Mesmo que não tivesse sido pedida pelo baixista da banda, cuja imagem de marca é o aceno sorridente e cordial de palheta de mão, a “maior ovação da noite” teria de ser para o protagonista ausente: Francisco Ferrari, o ex-teclista que ainda contribui para o álbum “Subida Infinita”, mas que entretanto abandonou o conjunto. A comoção da partida do “totem, coluna e epicentro do furacão” harmónico da banda, como confessou Tim Bernardes no Rock in Rio 2019 no Brasil, mais do que explicada, foi interpretada em “Nuvem Negra”, #9, cujos últimos versos ficaram a ecoar naquela noite de primavera: “É p’ra melhor se mal aqui tu estavas / Não há melhor razão p’ra querer partir / Vais à procura do que mais amavas / Mas ficas perto, não nos vamos despedir”.

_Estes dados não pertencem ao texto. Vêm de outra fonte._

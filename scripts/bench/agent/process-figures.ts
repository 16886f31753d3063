import { readdirSync, readFileSync } from 'node:fs'

/** What the kernel says of one process; Linux, proc(5). */
export interface ProcessFigures {
  /** Time spent on a processor by all its threads. */
  cpuSeconds: number
  rssMib: number
  /** The most that was ever resident. */
  peakRssMib: number
}

export function figuresOf(pid: number): ProcessFigures {
  const status = readFileSync(`/proc/${pid}/status`, 'utf8')
  return {
    cpuSeconds: cpuSecondsOf(pid),
    rssMib: kibOf(status, 'VmRSS') / 1024,
    peakRssMib: kibOf(status, 'VmHWM') / 1024,
  }
}

/** Nanoseconds on a processor, by thread: exact, where utime and stime are sampled a hundred times a second. */
function cpuSecondsOf(pid: number): number {
  let nanoseconds = 0
  for (const thread of readdirSync(`/proc/${pid}/task`))
    nanoseconds += Number(readFileSync(`/proc/${pid}/task/${thread}/schedstat`, 'utf8').split(' ')[0])
  return nanoseconds / 1e9
}

function kibOf(status: string, key: string): number {
  const kib = Number(new RegExp(`^${key}:\\s+(\\d+) kB$`, 'm').exec(status)?.[1])
  if (!Number.isFinite(kib)) throw new Error(`/proc says nothing of ${key}.`)
  return kib
}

E, por falar no impacto que as amizades têm na nossa vida, como não referir a relação da banda com Tim Bernardes, o “cantautor” paulista que, a solo ou integrado na banda irmã brasileira “O Terno”, vai acompanhando o caminho (a Subida) dos seus amigos portugueses? Tendo gravado a balada “Cantiga Infinita”, #8, a meias com Tomás Wallenstein, abriu assim caminho para que o vocalista dissertasse livremente sobre a amizade, o dom mais precioso que há na vida, “que nos acompanha até à morte” e que, sugeriu ele, perdurará depois dela, infinitamente.

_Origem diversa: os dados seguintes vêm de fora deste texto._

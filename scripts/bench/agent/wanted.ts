import { z } from 'zod'

/** What the process with the neighbours is to do. */
export const wantedSchema = z.object({
  collector: z.string(),
  code: z.string(),
  count: z.number().int(),
  /** Where they reach the measured agent. */
  measured: z.string(),
  /** Each with every other, or only with the measured agent. */
  linkedAmongThemselves: z.boolean(),
})
export type Wanted = z.infer<typeof wantedSchema>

Com o tempo bem contado, até no que aos encores diz respeito, ainda houve tempo para um duo sublime que deu o balanço para s despedidas, entre as teclas de Marôco e os sopros de Biu, elaborando sobre um tema jazzístico familiar aos ouvidos da sala (era tal a cadência da mudança entre saxofone, clarinete e flauta transversal ao longo do concerto, que não posso precisar qual dos instrumentos interpretou Fernão Biu naquele momento caído do Céu).
O que é certo é que a última etapa daquela “Subida Infinita” se deu em tons primaveris, entre os movimentos próprios do amor: a paixão e o permanecer. Primeiro, “Lentamente” (A Invenção do Dia Claro, 2019) trouxe-nos a novidade que só o primeiro amor pode dar: “Nesta primavera trouxeste o calor / (…) Sempre tão sincera, meu amor / Que tanto me dás e pouco pedes pr’a ti”. Por fim, esse olhar quiçá inocente foi complementado pela maturidade de um outono que teima em querer chegar, mas que só no permanecer em verdadeira amizade poderá ser atravessado: “Amanhã / Morre a primavera sem ninguém notar / (…) Vim perguntar / Porque é que a pica não voltou? / Anda muito mais difícil / Do que quando isto arrancou / Longa é a subida e não vai dar / Com cada um pra seu lado” (“Nunca nada muda”, #4).